Um dos elementos que constitui as condições de produção do discurso é a
formação discursiva, em que o sujeito está inserido. Ela “determina o que pode e
deve ser dito em uma conjuntura histórica” (
PÊCHEUX, 1997, p.162). Dessa forma, o
que define o sujeito é o lugar social do qual ele fala em relação aos diferentes lugares
de uma esfera social. As condições de existência de um discurso são dadas pela
resposta às seguintes questões: Quem pode falar o quê? Para quem e em que lugar?
34
Seguindo também esse raciocínio, é bastante elucidativa a afirmação de Orlandi
(1993, p.108):
As formações discursivas representam, na ordem do discurso, as
formações ideológicas que lhes correspondem. É a formação
discursiva que determina o que pode e deve ser dito, a partir de uma
posição dada numa conjuntura dada.

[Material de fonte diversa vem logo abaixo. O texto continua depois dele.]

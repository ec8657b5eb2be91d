/** Command line: exit codes, problem listings, formats and byte-identical output for the same input. */
import { spawnSync } from 'node:child_process';
import { mkdtempSync, readFileSync } from 'node:fs';
import { tmpdir } from 'node:os';
import { join, resolve } from 'node:path';
import { describe, expect, it } from 'vitest';
import { runCli, type CliIo } from '../../server/cli.js';

const root = resolve(import.meta.dirname, '..', '..');
const demoText = readFileSync(join(root, 'examples/demo-study.json'), 'utf8');
const minimalText = readFileSync(join(root, 'examples/minimal-study.json'), 'utf8');

function fakeIo(files: Record<string, string>) {
  const out: { stdout: string; stderr: string; written: Record<string, string | Uint8Array> } = { stdout: '', stderr: '', written: {} };
  const io: CliIo = {
    readFile: (p) => {
      const f = files[p];
      if (f === undefined) throw Object.assign(new Error('ENOENT'), { code: 'ENOENT' });
      return f;
    },
    writeFile: (p, d) => { out.written[p] = d; },
    stdout: (t) => { out.stdout += typeof t === 'string' ? t : Buffer.from(t).toString('latin1'); },
    stderr: (t) => { out.stderr += t; },
  };
  return { io, out };
}

const mutate = (f: (doc: any) => void): string => {
  const doc = JSON.parse(minimalText);
  f(doc);
  return JSON.stringify(doc);
};

describe('study CLI', () => {
  it('writes the JSON result with the required keys (exit 0)', async () => {
    const { io, out } = fakeIo({ 'm.json': minimalText });
    expect(await runCli(['m.json'], io)).toBe(0);
    const r = JSON.parse(out.stdout);
    for (const k of ['methodVersion', 'inputDigest', 'cautions', 'site', 'scenarios']) expect(r).toHaveProperty(k);
    expect(r.inputDigest).toMatch(/^[0-9a-f]{64}$/);
    expect(r.site.densityAltitude_m).toBeGreaterThan(0);
    const s = r.scenarios[0];
    for (const k of ['name', 'criticalAircraft', 'recommendedLength_m', 'governing', 'operationsServed', 'rows']) expect(s).toHaveProperty(k);
    for (const k of ['aircraft', 'annualOperations', 'regularUse', 'takeoffMass_kg', 'requiredTakeoff_m', 'requiredLanding_m', 'required_m', 'governing', 'warnings']) expect(s.rows[0]).toHaveProperty(k);
  });

  it('gives the same bytes for the same input, whatever the key order', async () => {
    const a = fakeIo({ 'd.json': demoText });
    const reordered = JSON.stringify(Object.fromEntries(Object.entries(JSON.parse(demoText)).reverse()));
    const b = fakeIo({ 'd.json': reordered });
    expect(await runCli(['d.json', '--format', 'csv'], a.io)).toBe(0);
    expect(await runCli(['d.json', '--format', 'csv'], b.io)).toBe(0);
    expect(a.out.stdout).toBe(b.out.stdout);
    const j1 = fakeIo({ 'd.json': demoText });
    const j2 = fakeIo({ 'd.json': reordered });
    await runCli(['d.json'], j1.io);
    await runCli(['d.json'], j2.io);
    expect(JSON.parse(j1.out.stdout).inputDigest).toBe(JSON.parse(j2.out.stdout).inputDigest);
  });

  it('writes CSV with units in the headers and the caution first', async () => {
    const { io, out } = fakeIo({ 'm.json': minimalText });
    expect(await runCli(['m.json', '--format', 'csv', '--units', 'us', '--out', 'r.csv'], io)).toBe(0);
    const csv = String(out.written['r.csv']);
    expect(csv.split('\n')[0]).toMatch(/^# .*preliminary planning estimates/);
    expect(csv).toContain('required_ft');
    expect(csv).toContain('takeoff_mass_lb');
  });

  it('exits 2 on malformed JSON with the parser message', async () => {
    const { io, out } = fakeIo({ 'bad.json': '{"format": "runwright-study", ' });
    expect(await runCli(['bad.json'], io)).toBe(2);
    expect(out.stderr).toMatch(/bad\.json: not valid JSON/);
  });

  it('exits 2 listing every problem by path, field, value and allowed range', async () => {
    const text = mutate((d) => {
      d.site.elevation_m = 9000;
      d.aircraft[0].mtow_kg = 'heavy';
      d.scenarios[0].fleet[0].aircraft = 'no-such-plane';
    });
    const { io, out } = fakeIo({ 's.json': text });
    expect(await runCli(['s.json'], io)).toBe(2);
    expect(out.stderr).toMatch(/3 problems/);
    expect(out.stderr).toContain('site.elevation_m: 9000 is out of range; allowed -400 to 4500 m [field elevation_m, value 9000]');
    expect(out.stderr).toContain('aircraft[0].mtow_kg: "heavy" is not a number; allowed 300 to 600000 kg');
    expect(out.stderr).toMatch(/scenarios\[0\]\.fleet\[0\]\.aircraft: unknown aircraft "no-such-plane"/);
  });

  it('exits 2 on a missing file and on bad options', async () => {
    const { io, out } = fakeIo({});
    expect(await runCli(['nope.json'], io)).toBe(2);
    expect(out.stderr).toMatch(/cannot read the file \(ENOENT\)/);
    expect(await runCli(['x.json', '--format', 'xml'], io)).toBe(2);
    expect(out.stderr).toMatch(/--format: "xml" is not allowed; one of json, csv, pdf/);
    expect(await runCli([], io)).toBe(2);
    expect(await runCli(['x.json', '--date', '2026-02-30'], io)).toBe(2);
    expect(out.stderr).toMatch(/--date: "2026-02-30" is not allowed; a calendar date YYYY-MM-DD/);
  });

  it('passes the fixed --date to the PDF renderer (reproducible bytes)', async () => {
    const { io, out } = fakeIo({ 'm.json': minimalText });
    const dates: (Date | undefined)[] = [];
    const withPdf: CliIo = { ...io, renderPdf: async (_o, _u, _i, date) => { dates.push(date); return new Uint8Array([37, 80, 68, 70]); } };
    expect(await runCli(['m.json', '--format', 'pdf', '--date', '2026-12-02', '--out', 'a.pdf'], withPdf)).toBe(0);
    expect(dates[0]?.toISOString()).toBe('2026-12-02T00:00:00.000Z');
    expect(out.written['a.pdf']).toEqual(new Uint8Array([37, 80, 68, 70]));
  });

  it('runs as a real process: exit 0 and exit 2 (npm run study)', () => {
    const dir = mkdtempSync(join(tmpdir(), 'rw-cli-'));
    const ok = spawnSync(process.execPath, ['--import', 'tsx', 'server/cli.ts', 'examples/minimal-study.json', '--out', join(dir, 'r.json')], { cwd: root, encoding: 'utf8' });
    expect(ok.status).toBe(0);
    expect(JSON.parse(readFileSync(join(dir, 'r.json'), 'utf8')).scenarios[0].criticalAircraft).toBe('plover-ct19');
    const bad = spawnSync(process.execPath, ['--import', 'tsx', 'server/cli.ts', 'package.json'], { cwd: root, encoding: 'utf8' });
    expect(bad.status).toBe(2);
    expect(bad.stderr).toMatch(/format: must be "runwright-study"/);
  });
});

describe('study CLI: input edges (issue 12)', () => {
  it('a document nested 4,100 levels deep exits 2 with the depth cap named (it used to exit 1)', async () => {
    const { io, out } = fakeIo({ 'deep.json': '['.repeat(4100) + ']'.repeat(4100) });
    expect(await runCli(['deep.json'], io)).toBe(2);
    expect(out.stderr).toMatch(/^deep\.json: not accepted: the document is nested more than 64 levels deep \(line 1, column 65\)/);
    expect(out.stderr.length).toBeLessThan(300);
  });

  it('a 2,000 km international alternate computes (exit 0); 2,001 km exits 2 with the path and range', async () => {
    const ok = fakeIo({ 'a.json': mutate((d) => { d.options.reserves = { policy: 'international', alternate_km: 2000 }; }) });
    expect(await runCli(['a.json'], ok.io)).toBe(0);
    const bad = fakeIo({ 'b.json': mutate((d) => { d.options.reserves = { policy: 'international', alternate_km: 2001 }; }) });
    expect(await runCli(['b.json'], bad.io)).toBe(2);
    expect(bad.out.stderr).toContain('options.reserves.alternate_km: 2001 is out of range; allowed 0 to 2000 km');
  });

  it('a 5 % runway exits 2 naming the profile, not the models\' internal "slope"', async () => {
    const { io, out } = fakeIo({ 's.json': mutate((d) => { d.site.runways[0].profile = [{ chainage_m: 0, elevation_m: 250 }, { chainage_m: 1500, elevation_m: 325 }]; }) });
    expect(await runCli(['s.json'], io)).toBe(2);
    expect(out.stderr).toContain('site.runways[0].profile: "5.00 % average slope" is not allowed');
    expect(out.stderr).not.toMatch(/^\s*- slope:/m);
  });
});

Isso significa que as palavras,
expressões, etc. recebem seu sentido da formação discursiva na
qual são produzidas.
Isso significa que a formação discursiva é o lugar da construção de sentido. O
sujeito atribui significados às mensagens de acordo com a sua inserção em uma
determinada formação discursiva.
Se tomarmos o discurso como exercício de poder, devemos considerar que
isso se deve ao fato de que o discurso é um campo de enfrentamento, lutas, conflitos
e tensões entre diferentes posições enunciativas. É nesse sentido que o discurso é
interpretado de forma diferente por diferentes sujeitos, constituindo-se em “efeitos de
sentidos” (FOUCAULT, 1995).
A abordagem foucaultiana é profícua na medida em que coloca diretrizes para
uma teoria do discurso. Foucault (1995) concebe os discursos como uma dispersão,
isto é, como sendo constituídos por elementos que não estão formados por nenhum
princípio de unidade. Caberia à AD descrever essa dispersão, buscando o
estabelecimento de regras capazes de reger as formações dos discursos. Tais
regras, denominadas pelo autor de regras de formação, possibilitariam a identificação
dos diversos elementos que compõem uma formação discursiva. Foucault apresenta-
as como um “feixe de relações” entre os objetos do discurso, as diferentes formas de
enunciação que permeiam o discurso, os conceitos e as diferentes estratégias
capazes de dar conta de uma formação discursiva, incluindo ou excluindo
determinados temas e teorias.
O autor define discurso como um conjunto de enunciados que se remetem a
uma mesma formação discursiva, ou seja, “um discurso é um conjunto de enunciados
que se apóia em um mesmo sistema de formação” (FOUCAULT, 1995, p.124).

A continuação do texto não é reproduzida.